From the state in Figure 4, it is still possible to reconstruct how many students entered, and for each student, the direction and stride with which they left footprints. However, consider only routes that leave at least three footprints on the snow. In Figure 4, one possible reconstruction has the three student routes shown in Figure 3. Other reconstructions may also be possible.
A vertical route starting from the first column could be a student's route with stride 4, but it is ignored because it contains only two footprints. Also, the points at row 2 column 3, row 3 column 4, and row 6 column 7 lie on one straight line and contain three footprints, but their gaps are not equal, so they are not accepted as one student's route.
Other students' footprints may lie on the same line as a student's route. For example, in the figure above, (2, 1), (2, 3), (2, 5), and (2, 7) form one student's route, while (2, 6) on the same line may have been left by another student. Some footprints may even be old traces from a previous snowfall rather than footprints left this time.
Dasom is known to leave the most footprints. Given the final state, find the maximum number of footprints in a route that could be attributed to Dasom. For Figure 4, the answer is 7, because a student who stepped on all seven cells horizontally along the sixth row can be considered Dasom.
The first line contains two integers R and C, the number of rows and columns of the terrace. (1 ≤ R, C ≤ 5000)
The second line contains an integer N, the number of cells that contain footprints. (3 ≤ N ≤ 5000)

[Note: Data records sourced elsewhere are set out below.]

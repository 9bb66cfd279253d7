import { afterAll, beforeAll, describe, expect, test } from 'vitest';
import { changeFor, createFor, listFor, listNotebooksFor, loadFor } from '@/db/access';
import { actorForPerson, actorFromSession, openSession, systemActor } from '@/db/actors';
import { db, inTransaction } from '@/db/sequelize';
import { openTestDatabase, type TestDatabase } from '../../support/db';
import { actorOf, makeActor, makeMember, makeNotebook, makePerson } from '../../support/factories';

let database: TestDatabase;
beforeAll(async () => {
  database = await openTestDatabase();
});
afterAll(() => database.close());

const code = (expected: string) => expect.objectContaining({ code: expected });

describe('loadFor', () => {
  test('what a person may not read does not exist for them', async () => {
    const pi = await makePerson('pi');
    const id = await makeNotebook(pi.id);
    const stranger = await makeActor('pi');
    await expect(loadFor(stranger, 'notebook', 'read', id)).rejects.toEqual(code('NOT_FOUND'));
    await expect(loadFor(stranger, 'notebook', 'edit', id)).rejects.toEqual(code('NOT_FOUND'));
    await expect(listFor(stranger, 'curve', id)).rejects.toEqual(code('NOT_FOUND'));
  });

  test('a reader reads and may not edit; a contributor edits and does not manage', async () => {
    const pi = await makePerson('pi');
    const id = await makeNotebook(pi.id);
    const [reader, contributor] = [await makePerson('analyst'), await makePerson('analyst')];
    await makeMember(id, reader.id, 'reader');
    await makeMember(id, contributor.id, 'contributor');
    await expect(loadFor(await actorOf(reader.id), 'notebook', 'read', id)).resolves.toBeTruthy();
    await expect(loadFor(await actorOf(reader.id), 'notebook', 'edit', id)).rejects.toEqual(
      code('NOT_ALLOWED'),
    );
    await expect(loadFor(await actorOf(contributor.id), 'notebook', 'edit', id)).resolves.toBeTruthy();
    await expect(loadFor(await actorOf(contributor.id), 'notebook', 'manage', id)).rejects.toEqual(
      code('NOT_ALLOWED'),
    );
  });

  test('an administrator sees that a notebook is there, and no contents', async () => {
    const pi = await makePerson('pi');
    const id = await makeNotebook(pi.id);
    const administrator = await makeActor('administrator');
    await expect(loadFor(administrator, 'notebook', 'see', id)).resolves.toBeTruthy();
    await expect(loadFor(administrator, 'notebook', 'read', id)).rejects.toEqual(code('NOT_FOUND'));
    expect(await listNotebooksFor(administrator)).toEqual([]);
  });

  test('an archived notebook takes no change', async () => {
    const pi = await makePerson('pi');
    const id = await makeNotebook(pi.id);
    const owner = await actorOf(pi.id);
    await inTransaction(async () =>
      changeFor(owner, await loadFor(owner, 'notebook', 'manage', id), { archivedAt: new Date() }),
    );
    await expect(loadFor(owner, 'notebook', 'edit', id)).rejects.toEqual(code('NOT_ALLOWED'));
  });
});

describe('the record', () => {
  test('holds who, from, to and why, written with the change', async () => {
    const pi = await makePerson('pi', 'Ada Marlow');
    const id = await makeNotebook(pi.id, 'Before');
    const owner = await actorOf(pi.id);
    await inTransaction(async () =>
      changeFor(owner, await loadFor(owner, 'notebook', 'edit', id), { title: 'After' }, 'a better title'),
    );
    const [entry] = await db().RecordEntry.findAll({ where: { subjectId: id, verb: 'changed' } });
    expect(entry).toMatchObject({
      actorName: 'Ada Marlow',
      notebookId: id,
      kind: 'notebook',
      from: { title: 'Before' },
      to: { title: 'After' },
      why: 'a better title',
    });
  });

  test('a change that fails leaves neither the change nor an entry', async () => {
    const pi = await makePerson('pi');
    const id = await makeNotebook(pi.id, 'Kept');
    const owner = await actorOf(pi.id);
    const before = await db().RecordEntry.count();
    const failing = inTransaction(async () => {
      await changeFor(owner, await loadFor(owner, 'notebook', 'edit', id), { title: 'Lost' });
      throw new Error('later failure');
    });
    await expect(failing).rejects.toThrow('later failure');
    expect((await loadFor(owner, 'notebook', 'read', id)).title).toBe('Kept');
    expect(await db().RecordEntry.count()).toBe(before);
  });

  test('a row opened to read, opened by nobody, or saved without an actor is refused', async () => {
    const pi = await makePerson('pi');
    const id = await makeNotebook(pi.id);
    const owner = await actorOf(pi.id);
    const read = await loadFor(owner, 'notebook', 'read', id);
    await expect(inTransaction(() => changeFor(owner, read, { title: 'x' }))).rejects.toThrow(
      'opened to read',
    );
    const opened = await db().Notebook.findByPk(id);
    await expect(inTransaction(() => opened!.update({ title: 'x' }))).rejects.toThrow('without an actor');
    await expect(inTransaction(() => changeFor(owner, opened!, { title: 'x' }))).rejects.toThrow('by nobody');
  });

  test('bulk writes and deletes are refused', async () => {
    const pi = await makePerson('pi');
    const id = await makeNotebook(pi.id);
    const { Notebook } = db();
    await expect(Notebook.destroy({ where: { id } })).rejects.toThrow('refused');
    await expect(Notebook.update({ title: 'x' }, { where: { id } })).rejects.toThrow('refused');
    await expect(
      Notebook.bulkCreate([{ title: 'x', purpose: '', ownerId: pi.id, createdById: pi.id }]),
    ).rejects.toThrow('refused');
    await expect((await Notebook.findByPk(id))!.destroy()).rejects.toThrow('refused');
  });

  test('the database itself refuses to change or remove an entry', async () => {
    await makePerson('pi');
    const { sequelize } = db();
    const refused = { parent: { message: expect.stringContaining('append-only') as string } };
    await expect(sequelize.query('UPDATE record_entries SET verb = 1')).rejects.toMatchObject(refused);
    await expect(sequelize.query('DELETE FROM record_entries')).rejects.toMatchObject(refused);
  });

  test('nothing is written outside a transaction', async () => {
    await expect(
      createFor(systemActor(), 'person', {
        name: 'x',
        email: 'x@example.test',
        role: 'pi',
        passwordHash: null,
      }),
    ).rejects.toThrow('transaction');
  });
});

describe('sessions', () => {
  test('a deactivated person is nobody at the next request', async () => {
    const person = await makePerson('analyst');
    const session = await openSession(person.id);
    expect(await actorFromSession(session)).not.toBeNull();
    const system = systemActor();
    await inTransaction(async () =>
      changeFor(system, await loadFor(system, 'person', 'edit', person.id), { active: false }),
    );
    expect(await actorFromSession(session)).toBeNull();
    await expect(actorForPerson(person.id)).rejects.toThrow('active');
  });
});

describe('the write queue', () => {
  test('takes many read-then-write transactions at once and loses none', async () => {
    const pi = await makePerson('pi');
    const id = await makeNotebook(pi.id);
    const owner = await actorOf(pi.id);
    const bump = () =>
      inTransaction(async () => {
        const row = await loadFor(owner, 'notebook', 'edit', id);
        await changeFor(owner, row, { version: row.version + 1 });
      });
    await Promise.all(Array.from({ length: 40 }, bump));
    expect((await loadFor(owner, 'notebook', 'read', id)).version).toBe(41);
  });
});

Each of the next N lines contains one footprint coordinate. Each line has two integers separated by a space: the row coordinate and the column coordinate. The coordinates are at least 1 and at most R and C respectively. Even if several students stepped on the same cell, that coordinate appears only once.
Output the largest number of footprints in any route that could be attributed to Dasom. If no student route satisfies the conditions, output 0.